### Your goal
What is wanted is the line holding "forecast, perturber map." and every later line through the end of the entries, set down exactly.

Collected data
----

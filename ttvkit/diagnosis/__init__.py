"""The diagnosis: fits joined with the physics of the star and planet, verdicts, forecast, perturber map.

The only room where fits and physics meet.  A plausibility screen, not a proof.
"""

from ttvkit.diagnosis.diagnose import (
    CAUTION,
    Assessment,
    Diagnosis,
    DiagnosisOptions,
    diagnose,
    timing_context,
)

__all__ = ["diagnose", "DiagnosisOptions", "Diagnosis", "Assessment", "timing_context", "CAUTION"]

----

### Exercise response
"""The diagnosis: fits joined with the physics of the star and planet, verdicts, forecast, perturber map.

The only room where fits and physics meet.  A plausibility screen, not a proof.
"""

from ttvkit.diagnosis.diagnose import (
    CAUTION,
    Assessment,
    Diagnosis,
    DiagnosisOptions,
    diagnose,
    timing_context,
)

__all__ = ["diagnose", "DiagnosisOptions", "Diagnosis", "Assessment", "timing_context", "CAUTION"]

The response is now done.